One in 10 Covid-19 cases are nurses - INMO

Nearly one in 10 Covid-19 cases are nurses, according to HSE figures obtained by the Irish Nurses and Midwives Organisation.
One in 10 Covid-19 cases are nurses - INMO

Nearly one in 10 Covid-19 cases are nurses, according to HSE figures obtained by the Irish Nurses and Midwives Organisation.

The figures also show healthcare workers make up over a quarter of the Covid-19 positive cases tested in Ireland.

Out of the 9,599 cases diagnosed by April 11, this amounted to 2,501 healthcare workers, of whom 883 were nurses.

The INMO says the high proportion of healthcare workers who have tested positive gives Ireland one of the highest rates of diagnosed healthcare worker infection in Europe.

The EU’s lead Covid-19 agency, the European Centre for Disease Prevention and Control, found that as of April 8, between 9% and 26% of all diagnosed Covid-19 cases are in healthcare workers across Europe.

Among a number of things the INMO is now calling for is a universal face mask policy for all workers in healthcare settings.

It is also calling for better protection for healthcare workers and more detailed information about infections, including the source of transmission.

INMO General Secretary, Phil Ní Sheaghdha, said: “The overall public health measures are having a welcome and substantial impact on the spread of Covid-19.

“Worryingly, rates of healthcare worker infection are on the rise. We need to urgently see a detailed breakdown of where the infection is occurring, in order to take rapid corrective action.

“That should include a review of policy to ensure everyone working in a healthcare facility has the appropriate level of PPE. It is consistently our members’ top concern.

“We also need to see these figures for healthcare workers published officially and regularly. “Clarity and transparency on this issue will prevent unhelpful, runaway speculation which has caused great fears amongst our members and their colleagues in other professions.”

The number of healthcare workers who tested positive for Covid-19 was two in the first week of March out of a total of 16 cases.

This number has shot up to 1,023 out of a total of 4,647 in the one week ending April 11.

Out of a total of 9,599 cases, 2,501 are healthcare workers - amounting to 26%.

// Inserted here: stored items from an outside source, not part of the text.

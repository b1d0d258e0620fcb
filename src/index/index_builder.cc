// Build, add, merge, verify, inspect and dump (include/tidemark/index_builder.h).
#include "tidemark/index_builder.h"

#include <fcntl.h>
#include <signal.h>
#include <sys/file.h>
#include <sys/resource.h>
#include <sys/stat.h>
#include <unistd.h>
#define XXH_STATIC_LINKING_ONLY  // XXH3_state_t on the stack
#include <xxhash.h>

#include <tbb/parallel_for.h>
#include <tbb/task_arena.h>
#include <tbb/task_group.h>

#include <algorithm>
#include <atomic>
#include <cerrno>
#include <chrono>
#include <cmath>
#include <condition_variable>
#include <cstring>
#include <ctime>
#include <filesystem>
#include <mutex>
#include <optional>
#include <thread>
#include <cctype>
#include <cstdlib>

#include "common/env.h"
#include "common/text_util.h"
#include "index/bloom_filter.h"
#include "index/format.h"
#include "index/index_internal.h"
#include "index/manifest.h"
#include "index/segment_builder.h"
#include "index/shard_reader.h"
#include "tidemark/tokenizer.h"
#include "tidemark_version.h"

namespace tidemark {

namespace fmt = index_format;

namespace {

using Clock = std::chrono::steady_clock;

// User + system CPU seconds of the whole process so far.
double ProcessCpuSeconds() {
  rusage ru;
  ::getrusage(RUSAGE_SELF, &ru);
  return static_cast<double>(ru.ru_utime.tv_sec + ru.ru_stime.tv_sec) +
         static_cast<double>(ru.ru_utime.tv_usec + ru.ru_stime.tv_usec) / 1e6;
}

double SecondsSince(Clock::time_point t) {
  return std::chrono::duration<double>(Clock::now() - t).count();
}

int ResolveThreads(int threads) {
  if (threads > 0) return threads;
  const unsigned hw = std::thread::hardware_concurrency();
  return hw == 0 ? 1 : static_cast<int>(hw);
}

uint64_t PhysicalMemory() {
  const long pages = ::sysconf(_SC_PHYS_PAGES);
  const long page = ::sysconf(_SC_PAGE_SIZE);
  if (pages <= 0 || page <= 0) return 4ull << 30;
  return static_cast<uint64_t>(pages) * static_cast<uint64_t>(page);
}

uint64_t ResolveBudget(uint64_t budget) { return budget > 0 ? budget : PhysicalMemory() / 4; }

bool PidAlive(long pid) {
  if (pid <= 0) return false;
  if (pid == static_cast<long>(::getpid())) return true;
  return ::kill(static_cast<pid_t>(pid), 0) == 0 || errno == EPERM;
}

// "<prefix><digits>" -> pid, else -1.
long PidAfter(const std::string& name, std::string_view prefix) {
  if (name.size() <= prefix.size() || name.compare(0, prefix.size(), prefix) != 0) return -1;
  long pid = 0;
  for (size_t i = prefix.size(); i < name.size(); ++i) {
    if (name[i] < '0' || name[i] > '9') return -1;
    pid = pid * 10 + (name[i] - '0');
    if (pid > 1'000'000'000) return -1;
  }
  return pid;
}

// seg-NNNNNN -> id; seg-NNNNNN.tmp.<pid> -> id with *staging_pid set.
std::optional<uint32_t> SegmentIdOf(const std::string& name, long* staging_pid) {
  *staging_pid = -1;
  if (name.size() < 10 || name.compare(0, 4, "seg-") != 0) return std::nullopt;
  uint32_t id = 0;
  for (size_t i = 4; i < 10; ++i) {
    if (name[i] < '0' || name[i] > '9') return std::nullopt;
    id = id * 10 + static_cast<uint32_t>(name[i] - '0');
  }
  if (name.size() == 10) return id;
  const long pid = PidAfter(name.substr(10), ".tmp.");
  if (pid < 0) return std::nullopt;
  *staging_pid = pid;
  return id;
}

Of the healthcare workers affected, 883 - 35.3% - were nurses, 445 were healthcare assistants, 287 were doctors and 37 were porters.

The INMO’s call for a universal facemask policy for health workers comes as the World Health Organisation’’s Covid-19 envoy David Nabarro has said facemasks will soon become an everyday “norm”.

He told the BBC three types of people mainly need to wear masks - health workers, people with symptoms and people “in frequent contact with others”.

His comments about masks follow on from recent advice from the EU’s lead agency managing Europe’s response to Covid-19 that people should consider wearing non-medical face masks in public.

The European Centre for Disease Prevention and Control says the use of face masks in public “may . . . reduce the spread of the infection” in the community.

This is because, they say, masks minimize the excretion of respiratory droplets from infected individuals who have not yet developed symptoms or who remain asymptomatic.

The Department of Health said it “keeps all international evidence under continuous review including the role of masks in health care settings as the basis for any recommendations”.